- **Input data**:
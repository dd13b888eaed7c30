import type { FoldResult } from '../../../utils/custody/fold'
import type { Movement } from '../../../utils/custody/movement'
import type { StockChange } from '../../../utils/custody/stockChange'
import type { CacheChange, Columns } from './cacheChanges'

/** What one part of a cylinder's caches loses and gets. */
export type Lines = Pick<CacheChange, 'cleared' | 'added'>

/** The books: movements, and changes of stock. All of the cylinder's anew, unless only the new events' were folded. */
export function books(cylinderId: string, { movements, stockChanges }: FoldResult, isContinued = false): Lines {
  return {
    cleared: isContinued ? [] : ['movements', 'stock_changes'],
    added: {
      movements: movements.map(one => movementLine(cylinderId, one)),
      stock_changes: stockChanges.map(one => stockLine(cylinderId, one)),
    },
  }
}

/** The codes that the cylinder's `labelled` events claim. */
export function claims(cylinderId: string, { labelClaims }: FoldResult, isContinued = false): Lines {
  return {
    cleared: isContinued ? [] : ['label_claims'],
    added: {
      label_claims: labelClaims.map(claim => ({
        event_id: claim.eventId, code: claim.code, cylinder_id: cylinderId, effective_at: claim.effectiveAt, device_id: claim.deviceId, device_seq: claim.deviceSeq,
      })),
    },
  }
}

/** The halves of what happened between two cylinders, in order of effect. */
export function halfLines(cylinderId: string, { state }: FoldResult): Lines {
  return {
    cleared: ['halves'],
    added: { halves: state.halves.map((half, position) => ({ event_id: half.eventId, cylinder_id: cylinderId, other_id: half.otherId, position, half: JSON.stringify(half) })) },
  }
}

function movementLine(cylinderId: string, one: Movement): Columns {
  return {
    cylinder_id: cylinderId, event_id: one.eventId, ordinal: one.ordinal, cause: one.cause, refrigerant: one.refrigerant, owner_id: one.ownerId,
    grams: one.grams, at: one.at, apart: Number(one.apart),
  }
}

function stockLine(cylinderId: string, one: StockChange): Columns {
  return {
    cylinder_id: cylinderId, event_id: one.eventId, ordinal: one.ordinal, refrigerant: one.refrigerant, owner_id: one.ownerId, grams: one.grams,
    not_known: one.notKnown, weighed_variance: one.weighedVariance, found_variance: one.foundVariance,
    weighed_together: one.weighedTogether, found_together: one.foundTogether, at: one.at, apart: Number(one.apart),
  }
}
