import type { InStatement, InValue } from '@libsql/client'
import type { AnyRecordedEvent } from '../../../utils/custody/event'
import { fold, type FoldResult } from '../../../utils/custody/fold'
import type { Half } from '../../../utils/custody/half'
import type { Movement } from '../../../utils/custody/movement'
import { cacheRow } from '../../../utils/custody/row'
import type { SaidByOthers } from '../../../utils/custody/saidByOthers'
import type { CylinderState } from '../../../utils/custody/state'
import type { StockChange } from '../../../utils/custody/stockChange'
import type { Database } from '../database/database'
import type { Directory } from '../directory/directory'
import { changeStatements, putCylinders, type CacheChange, type Columns } from './cacheChanges'
import { cylinderStates } from './cylinderViews'
import { foldContext, rowContext, type RuledRowContext } from './foldContext'
import type { Group } from './group'
import type { LogRow } from './logRow'
import type { Guard } from './posting'
import { saidByOthers } from './saidByOthers'

const NO_GUARD: Guard = { sql: '1', args: [] }

/** A cylinder that a group of events touched, as its log makes it now. */
interface Touched { cylinderId: string, added: readonly LogRow[], folded: FoldResult }

/** A cylinder as it stands, and what other cylinders' logs say of it. */
export interface Standing { state: CylinderState, said: SaidByOthers }

/** What the caches must hold after a group of events, and its cylinders as they then stand. */
export interface GroupCaches { statements: InStatement[], standing: ReadonlyMap<string, Standing> }

/**
 * What the caches must hold after a group of events. Every statement stands under the condition that the last line of
 * the group was written, and so all of them: the loser of a race changes no cache.
 */
export async function groupCaches(db: Database, group: Group): Promise<GroupCaches> {
  const context = foldContext(group.directory)
  const touched = group.touched().map(({ cylinderId, events, added }): Touched => ({ cylinderId, added, folded: fold(events, context) }))
  const halvesNow = new Map(touched.map(({ cylinderId, folded }) => [cylinderId, folded.state.halves]))
  const standing = new Map<string, Standing>()
  const changes = touched.map(({ cylinderId, added, folded }): CacheChange => {
    const { own, naming } = group.halvesBefore(cylinderId)
    const said = { codesOnTwo: group.codesOnTwo(cylinderId), otherHalves: withThoseOf(halvesNow, naming, cylinderId) }
    standing.set(cylinderId, { state: folded.state, said })
    const row = cylinderColumns(cylinderId, folded.state, rowContext(group.directory, added.at(-1)!.recorded_at, said))
    const lines = [books(cylinderId, folded, added), claims(cylinderId, folded, added), ...(areSame(own, folded.state.halves) ? [] : [halfLines(cylinderId, folded)])]
    return changeOf(cylinderId, row, lines, group.rowBefore(cylinderId))
  })
  const guard = wereWritten(touched.flatMap(({ added }) => added))
  return { statements: [...changeStatements(changes, guard), ...await otherRows(db, group, touched, halvesNow, guard)], standing }
}

/** The rows of cylinders outside the group that a changed half names, or named before: what it says shows on both. */
async function otherRows(db: Database, group: Group, touched: readonly Touched[], halvesNow: ReadonlyMap<string, Half[]>, guard: Guard): Promise<InStatement[]> {
  const changed = touched.filter(({ cylinderId, folded }) => !areSame(group.halvesBefore(cylinderId).own, folded.state.halves))
  const named = changed.flatMap(({ cylinderId, folded }) => [...group.halvesBefore(cylinderId).own, ...folded.state.halves].map(({ otherId }) => otherId))
  const ids = [...new Set(named)].filter(id => !halvesNow.has(id))
  if (ids.length === 0) return []
  const { added } = changed.at(-1)!
  const [states, said] = await Promise.all([cylinderStates(db, ids), saidByOthers(db, ids)])
  return [...states].map(([id, state]) => {
    const otherHalves = withThoseOf(halvesNow, said(id).otherHalves, id)
    return refreshedRow(id, state, rowContext(group.directory, added.at(-1)!.recorded_at, { ...said(id), otherHalves }), guard)
  })
}

/** The halves that name a cylinder, with those of the touched cylinders as they are now. */
function withThoseOf(halvesNow: ReadonlyMap<string, Half[]>, before: readonly Half[], cylinderId: string): Half[] {
  const now = [...halvesNow.values()].flat().filter(({ otherId }) => otherId === cylinderId)
  return [...before.filter(half => !halvesNow.has(half.cylinderId)), ...now]
}

function areSame(before: readonly Half[], now: readonly Half[]): boolean {
  return JSON.stringify(before) === JSON.stringify(now)
}

/** The condition that every line of a group is in the log: each is written only after the one before it, so the last stands for all. */
export function wereWritten(rows: readonly LogRow[]): Guard {
  const last = rows.reduce((one, other) => other.seq > one.seq ? other : one)
  return {
    sql: 'EXISTS (SELECT 1 FROM custody_events WHERE id = ? AND cylinder_id = ? AND version = ? AND hash = ?)',
    args: [last.id, last.cylinder_id, last.version, last.hash],
  }
}

/** The caches that hold something for each cylinder, and the column that names it. */
export const CYLINDER_CACHES = [
  { table: 'movements', key: 'cylinder_id' }, { table: 'stock_changes', key: 'cylinder_id' }, { table: 'label_claims', key: 'cylinder_id' },
  { table: 'halves', key: 'cylinder_id' }, { table: 'cylinders', key: 'id' },
] as const

/** The caches of one cylinder, made from its whole log: for a rebuild. They stand unless another process has recorded a later event. */
export function rebuiltCache(cylinderId: string, events: readonly AnyRecordedEvent[], from: Directory, nowMs: number, said: SaidByOthers): InStatement[] {
  const folded = fold(events, foldContext(from))
  const guard: Guard = {
    sql: 'NOT EXISTS (SELECT 1 FROM custody_events WHERE cylinder_id = ? AND version > ?)',
    args: [cylinderId, events.at(-1)?.version ?? 0],
  }
  const row = cylinderColumns(cylinderId, folded.state, rowContext(from, nowMs, said))
  return changeStatements([changeOf(cylinderId, row, [books(cylinderId, folded, null), claims(cylinderId, folded, null), halfLines(cylinderId, folded)])], guard)
}

/** What the fleet of a past instant holds of one cylinder: its row, its labels and its halves; no books. */
export function pastCache(cylinderId: string, folded: FoldResult, from: Directory, atMs: number): InStatement[] {
  const row = cylinderColumns(cylinderId, folded.state, rowContext(from, atMs))
  return changeStatements([changeOf(cylinderId, row, [claims(cylinderId, folded, null), halfLines(cylinderId, folded)])], NO_GUARD)
}

/**
 * The row of a cylinder from its cached state, where something outside its events has changed. A row that another
 * process has meanwhile made of a later event stays.
 */
export function refreshedRow(cylinderId: string, state: CylinderState, context: RuledRowContext, guard: Guard = NO_GUARD): InStatement {
  return putCylinders([{ row: cylinderColumns(cylinderId, state, context), before: null }], {
    sql: `EXISTS (SELECT 1 FROM cylinders WHERE id = ? AND version = ?) AND ${guard.sql}`,
    args: [cylinderId, state.version, ...guard.args],
  })[0]!
}

/** The row of a cylinder by column. */
export function cylinderColumns(cylinderId: string, state: CylinderState, context: RuledRowContext): Columns {
  return { id: cylinderId, ...snakeCase(cacheRow(state, context)), state: JSON.stringify(state), ruled_by: context.ruledBy }
}

/** What one part of a cylinder's caches loses and gets. */
type Lines = Pick<CacheChange, 'cleared' | 'added'>

function changeOf(cylinderId: string, row: Columns, lines: readonly Lines[], before: Columns | null = null): CacheChange {
  return { cylinderId, row, before, cleared: lines.flatMap(({ cleared }) => cleared), added: Object.assign({}, ...lines.map(({ added }) => added)) as Lines['added'] }
}

/**
 * The books: movements, and changes of stock. Only the new events' where these came last in effect; all of the
 * cylinder's where they changed what came after.
 */
function books(cylinderId: string, folded: FoldResult, added: readonly LogRow[] | null): Lines {
  const areLast = added !== null && cameLast(folded, added)
  const ids = areLast ? new Set(added.map(row => row.id)) : null
  return {
    cleared: areLast ? [] : ['movements', 'stock_changes'],
    added: {
      movements: folded.movements.filter(one => ids?.has(one.eventId) ?? true).map(one => movementLine(cylinderId, one)),
      stock_changes: folded.stockChanges.filter(one => ids?.has(one.eventId) ?? true).map(one => stockLine(cylinderId, one)),
    },
  }
}

/** Kinds that change what other events put into the books: what they say, where they stand, or that they count. */
const CHANGES_EARLIER: readonly string[] = ['corrected', 'registered', 'countersigned']

function cameLast(folded: FoldResult, added: readonly LogRow[]): boolean {
  if (added.some(row => CHANGES_EARLIER.includes(row.kind))) return false
  const ids = new Set(added.map(row => row.id))
  return folded.steps.slice(-added.length).every(step => ids.has(step.eventId))
}

function movementLine(cylinderId: string, one: Movement): Columns {
  return {
    cylinder_id: cylinderId, event_id: one.eventId, ordinal: one.ordinal, cause: one.cause, refrigerant: one.refrigerant, owner_id: one.ownerId,
    grams: one.grams, at: one.at, apart: Number(one.apart),
  }
}

function stockLine(cylinderId: string, one: StockChange): Columns {
  return {
    cylinder_id: cylinderId, event_id: one.eventId, ordinal: one.ordinal, refrigerant: one.refrigerant, owner_id: one.ownerId, grams: one.grams,
    not_known: one.notKnown, weighed_variance: one.weighedVariance, found_variance: one.foundVariance,
    weighed_together: one.weighedTogether, found_together: one.foundTogether, at: one.at, apart: Number(one.apart),
  }
}

/** The codes that the cylinder's `labelled` events claim, where a new event can have changed them. */
function claims(cylinderId: string, { labelClaims }: FoldResult, added: readonly LogRow[] | null): Lines {
  if (added && !added.some(row => row.kind === 'labelled' || row.kind === 'corrected')) return { cleared: [], added: {} }
  return {
    cleared: ['label_claims'],
    added: {
      label_claims: labelClaims.map(claim => ({
        event_id: claim.eventId, code: claim.code, cylinder_id: cylinderId, effective_at: claim.effectiveAt, device_id: claim.deviceId, device_seq: claim.deviceSeq,
      })),
    },
  }
}

function halfLines(cylinderId: string, { state }: FoldResult): Lines {
  return {
    cleared: ['halves'],
    added: { halves: state.halves.map((half, position) => ({ event_id: half.eventId, cylinder_id: cylinderId, other_id: half.otherId, position, half: JSON.stringify(half) })) },
  }
}

const COLUMN_NAMES = new Map<string, string>()

/** The name of a column in the database. */
function columnName(key: string): string {
  const known = COLUMN_NAMES.get(key)
  if (known !== undefined) return known
  const name = key.replace(/[A-Z]/g, letter => `_${letter.toLowerCase()}`)
  COLUMN_NAMES.set(key, name)
  return name
}

function snakeCase(columns: object): Columns {
  return Object.fromEntries(Object.entries(columns).map(([key, value]) => [columnName(key), typeof value === 'boolean' ? Number(value) : value as InValue]))
}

- **Your assignment**: Where a line of the records has the string "unless", return that line.

- **Solution to the exercise**:
/** The books: movements, and changes of stock. All of the cylinder's anew, unless only the new events' were folded. */
/** The caches of one cylinder, made from its whole log: for a rebuild. They stand unless another process has recorded a later event. */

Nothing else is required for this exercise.